If the healthcare sector in the United States were to leverage big data, it could create $300 billion in value each year, two-thirds of which comes from reducing healthcare expenditure by 8 percent, writes James Mayika for the McKinsey Global Institute in Big Data: The Next Frontier for Innovation, Competition, and Productivity. This is the result of information transparency, information accuracy, preciseness in tailoring healthcare to individual patients, computerized analytics, and proactive preventative maintenance. But big data initiatives do not happen on their own, nor do they intrinsically benefit society. People must frame the issues and questions and draw connections between the data for big data to be meaningful. The data itself must be open, free, and analyzable. We must incentivize the opening of data, which could be done by offering subsidies or tax breaks to companies and NGOs which release their data. We must also incentivize the analysis of that data for the public good, and can do so through, for example, prize-backed challenges.
COLLIBERATION OF AND THROUGH BIG DATA
The potential of big data can be harnessed for enormous public good, but we will have to actively apply ourselves to this pursuit. On its own, technology guarantees nothing, only people do. This means, for example, that data protection laws which vary from State to State should be consolidated so that data from various places can be analyzed together –the whole point of big data. Connections have to be made. By collecting evidence, we can design accurate and effective policies. Big data allows for a fundamental paradigm-shift in policy-making: moving from what is best for a population, to what is best for a specific individual. In healthcare, for example, medication and treatment can be tailored for specific patients (see The Creative Destruction of Medicine by Eric Topol). In education, people might be able to better choose where best to go and learn (see, for example, the US Dept. of Education's College Affordability and Transparency Center). People can pick phone-plans better suited to their actual calling behaviors (see studies by the Citizens Utility Board). And entire communities can make use of big data for improvement –data collected from libraries, schools, businesses, people, etc., which, when made open, provides the utility for citizens to self-improve, or even compete with other cities (see The Quantified Community, by Esther Dyson, for the former point, and for the latter see the Smaller Cities Unite! project which partners Providence, R.I., and Copenhagen in an ongoing ideas-exchange).

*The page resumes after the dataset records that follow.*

"""What differs between two shots of a sequence, on the screen and in a pipe."""

from __future__ import annotations

from collections.abc import Iterator, Sequence
from typing import TYPE_CHECKING, Any

from nightfold_cli.printable import printable
from nightfold_cli.settings import setting
from nightfold_cli.steptext import change_text, stated_text
from nightfold_cli.timelines import flow

if TYPE_CHECKING:
    from nightfold.ledger.comparing import SettingChange, Stated, StepChange
    from nightfold.ledger.sequences import Comparison
    from nightfold_cli.canvas import Line
    from nightfold_cli.render import Screen

SIGNS = {"added": "+", "removed": "-", "moved": ">", "renamed": "?", "kept": " "}
_WIDEST_NAME = 24


def draw(screen: Screen, comparison: Comparison) -> None:
    """Draw the steps that differ, each with the settings that do, then the settings of no step."""
    for change in comparison.steps:
        screen.chart([[(f"{SIGNS[change.kind]} {printable(_step(change, screen))}", "data")]])
        screen.chart(_settings(change.settings, change.kind, screen))
    if comparison.others:
        screen.chart([[("  settings of no step", "data")]])
        screen.chart(_settings(comparison.others, "kept", screen))


def _step(change: StepChange, screen: Screen) -> str:
    """Return a step and what became of it."""
    arrow = "→" if screen.unicode else "->"
    name = change.new if change.old in (None, change.new) else change.old if change.new is None else None
    name = name or f"{change.old} {arrow} {change.new}"
    if change.kind == "added":
        return f"{name}  added, step {change.new_place}"
    if change.kind == "removed":
        return f"{name}  removed, was step {change.old_place}"
    if change.kind == "moved":
        return f"{name}  moved, step {change.old_place} {arrow} {change.new_place}"
    if change.kind == "renamed":
        return f"{name}  renamed, by the look of it, step {change.new_place}"
    return f"{name}  step {change.new_place}"


def _settings(changes: Sequence[SettingChange], kind: str, screen: Screen) -> Iterator[Line]:
    """Yield the settings of a step: of one added or removed one behind the other, else a line each."""
    unicode = screen.unicode
    if kind in ("added", "removed"):
        items = [
            printable(f"{item.name} {stated_text(item.new or item.old, unicode=unicode)}") for item in changes
        ]
        for line in flow(items, screen.width - 4):
            yield [("    " + line, "axis")]
        return
    from nightfold_cli.printable import cell_width, paragraph

    widest = min(_WIDEST_NAME, max((cell_width(printable(item.name)) for item in changes), default=0))
    for item in changes:
        name = printable(item.name)
        name += " " * (widest - cell_width(name))
        text = printable(change_text(item, unicode=unicode))
        for line in paragraph(text, screen.width, f"    {name}  ", " " * 6):
            yield [(line, "plain")]


def tabulate(comparison: Comparison) -> list[list[str]]:
    """Return a row a difference, for programs: change, old and new step, setting, old and new value, each with unit."""
    rows = []
    for change in comparison.steps:
        head = [change.kind, change.old or "", change.new or ""]
        rows += [[*head, *_cells(item)] for item in change.settings] or [[*head, *[""] * 5]]
    return rows + [["kept", "", "", *_cells(item)] for item in comparison.others]


def _cells(item: SettingChange) -> list[str]:
    return [item.name, *_stated(item.old), *_stated(item.new)]


def _stated(stated: Stated | None) -> list[str]:
    return ["", ""] if stated is None else [setting(stated.value), stated.unit]


def entry(comparison: Comparison) -> dict[str, Any]:
    """Return a comparison for JSON."""
    return {
        "old": _side(comparison.old),
        "new": _side(comparison.new),
        "steps": [
            {
                "kind": change.kind,
                "old": change.old,
                "new": change.new,
                "old_place": change.old_place,
                "new_place": change.new_place,
                "settings": [_change(item) for item in change.settings],
            }
            for change in comparison.steps
        ],
        "others": [_change(item) for item in comparison.others],
        "renumbered": [{"old": old, "new": new} for old, new in comparison.renumbered],
    }


def _side(side: Any) -> dict[str, Any]:
    return {
        "version": side.version,
        "shot": side.uid,
        "started": side.started,
        "duration_s": side.duration_s,
    }


def _change(item: SettingChange) -> dict[str, Any]:
    from nightfold_cli.steptext import plain_value

    sides = {"old": item.old, "new": item.new}
    return {
        "name": item.name,
        **{
            side: None
            if stated is None
            else {"value": plain_value(stated.value), "unit": stated.unit or None}
            for side, stated in sides.items()
        },
    }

Big data is still emerging, especially in the public and non-profit sectors. And yet already we see its implications –government policies which decentralize information; expanded opportunities for collaboration, where citizens can fix not only their own problems but also others' using evidence; increased intermixing between public and private data; streamlining public vs private capabilities for maximum effectiveness in serving the common good. Big data is a key feature of our technologically networked society, and makes collaborative governance not only possible but necessary, because, as the old adage goes, with great power comes great responsibility.